What this actually boils down to is that, under the current situation, it is not possible at all to process economically much of the material produced. It is only by cutting corners and using cheap labour that there is any demand for it at all.
On the other hand, there is no scope for increasing charges at the other end, where the waste is actually generated. The cost of separate collections, sorting and primary processing is already – as Booker reminds us – set to add £10 billion a year to the cost of the waste system. That, in the context of increased and highly unpopular Council Tax bills, is already politically unsustainable.
Booker, in his column, focuses on the experiences of Christina Speight, one of our most valuable forum members, who has confronted her council in Ealing about its mad scheme to issue residents with lidded plastic containers for "food waste". This was accompanied by a glossy leaflet illustrating the food waste allegedly thrown away by the average household each week, 8.5 kilograms (18 lbs) of it, including a mass of apparently untouched fruit and veg, bread, cream, milk and heaven knows what. "Our own household," says Mrs Speight, "throws away barely a tenth of that."
Christina discovered that the council had bought 95,000 of these containers from a firm in Italy, costing between £5 and £10 each, so that, in the name of saving the environment, whole truckloads had been brought half way across Europe.

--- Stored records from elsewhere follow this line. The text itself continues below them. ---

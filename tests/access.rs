//! Accounts and access: every route refuses anonymous requests, each role may do
//! exactly its share, changes need the session's CSRF token, sign-in is throttled,
//! sessions end (sign-out, sign-out everywhere, idle and absolute expiry), and
//! passwords are neither stored in clear nor logged. The first-start admin is made once.
//!
//! Every user, study and well name here is invented.

mod common;

use common::tops::VALID_TOPS;
use common::{
    ADMIN_NAME, ADMIN_PASSWORD, Agent, Answer, CSRF_HEADER, MEMBER_PASSWORD, TestApp, csv_part,
    form_body,
};
use reqwest::header::{CONTENT_TYPE, RETRY_AFTER, SET_COOKIE};
use reqwest::multipart::Form;
use reqwest::{Method, StatusCode};
use sagline::auth::{self, Access, Role};
use sagline::services::accounts;
use serde_json::{Value, json};
use std::sync::{Arc, Mutex};
use std::time::Duration;
use tokio::io::{AsyncBufReadExt, BufReader};

/// A user id and a lithology id that do not exist: allowed requests to them change nothing.
const NO_USER: i64 = 999_999;
const NO_LITHOLOGY: i64 = 999_999;
/// An upload token that names no held upload.
const NO_UPLOAD: &str = "00000000000000ab";
/// A section id that names no section.
const NO_SECTION: i64 = 999_999;

/// Every page and JSON route that reads, for a study and well of the demo.
fn reads(study: i64, well: i64) -> Vec<String> {
    vec![
        "/".to_string(),
        "/studies".into(),
        "/api/studies".into(),
        format!("/studies/{study}"),
        format!("/api/studies/{study}"),
        format!("/studies/{study}/wells/{well}"),
        format!("/api/studies/{study}/wells/{well}"),
        format!("/api/studies/{study}/wells/{well}/review"),
        format!("/studies/{study}/upload"),
        format!("/api/studies/{study}/upload"),
        format!("/studies/{study}/upload/{NO_UPLOAD}"),
        format!("/api/studies/{study}/upload/{NO_UPLOAD}"),
        format!("/studies/{study}/catalogue"),
        format!("/api/studies/{study}/catalogue"),
        format!("/studies/{study}/sections"),
        format!("/api/studies/{study}/sections"),
        format!("/studies/{study}/sections/{NO_SECTION}"),
        format!("/api/studies/{study}/sections/{NO_SECTION}"),
        format!("/studies/{study}/sections/{NO_SECTION}/download/deflection.svg"),
        format!("/studies/{study}/activity"),
        format!("/api/studies/{study}/activity"),
        format!("/studies/{study}/activity/download"),
        format!("/studies/{study}/download/wells.csv"),
        format!("/studies/{study}/wells/{well}/download/subsidence.svg"),
        "/admin/users".into(),
        "/api/admin/users".into(),
        "/api/session".into(),
        "/account".into(),
        "/api/account".into(),
    ]
}

/// A state-changing route, the body sent to it, and the least role that may use it
/// (PRODUCT.md "Team, access and safety": viewers read, interpreters upload, pick and
/// comment, admins manage users, studies, parameters, the catalogue and deletes).
/// Bodies are incomplete or name nothing, so an allowed request is refused by the
/// handler (4xx other than 403) and changes nothing.
struct Change {
    method: Method,
    path: String,
    body: Body,
    least: Role,
}

enum Body {
    Form(&'static [(&'static str, &'static str)]),
    Json(Value),
    Empty,
}

fn change(method: Method, path: String, body: Body, least: Role) -> Change {
    Change {
        method,
        path,
        body,
        least,
    }
}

In recent days, Booker adds:
…our media (not least the correspondence columns) have been full of items on the chaos that now prevails in the collection and disposal of waste in Britain. They ranged from the 500,000 wheelie bins fitted with microchips (to measure how full they are) to householders so frustrated by new collection times and the mass of different containers into which they must sort their rubbish that a fifth of all Britain's 40,000 dustmen claim that in the past year they have been assaulted, many now saying they want to give up.What is not explained, he goes on to say,
Further chaos results from a thicket of new rules governing what householders can or cannot dump at council tips. Some are now being asked by councils to pay for a permit allowing them to deposit waste at all. Rules making it more costly to get rid of old vehicles saw the number of "illegal disposals" last year soaring to 1.5 million.
With such a plethora of new laws making it ever harder to dispose of waste is it really surprising, many people ask, that Britain is seeing "an epidemic of fly-tipping"?
…is just why we are faced with this chaos. The answer is that the revolution in how we dispose of our rubbish has been imposed on us by a series of Brussels directives, the purpose of which is to phase out the burying of waste in landfill and to switch our efforts to recycling, while incinerating everything that cannot be recycled.That is the eurosceptics’ main problem. Contrary to what our critics often complain, we do not oppose the European Union simply because of what it is, but also because what it does is inevitably a disaster. But, if the disasters it creates are not identified and publicised by the media – which seems more concerned to feed off a diet of never-ending "Euromyths", many of them which are imaginary – the public at large will never get to share the sentiment that we are "better off out".
When, on the other hand, still respected (by a majority) organs like the BBC puff up the non-existent achievements of the EU, the distortions magnify and the pressure for change is suppressed.
That the subject is so mundane and unglamorous as refuse, therefore, is not the point. What matters is that a previously efficent system that affects everyone is being turned into chaos at enormous cost – both to us and to those in China who suffer the consequences – and the media cannot be bothered to tell us the reason for it.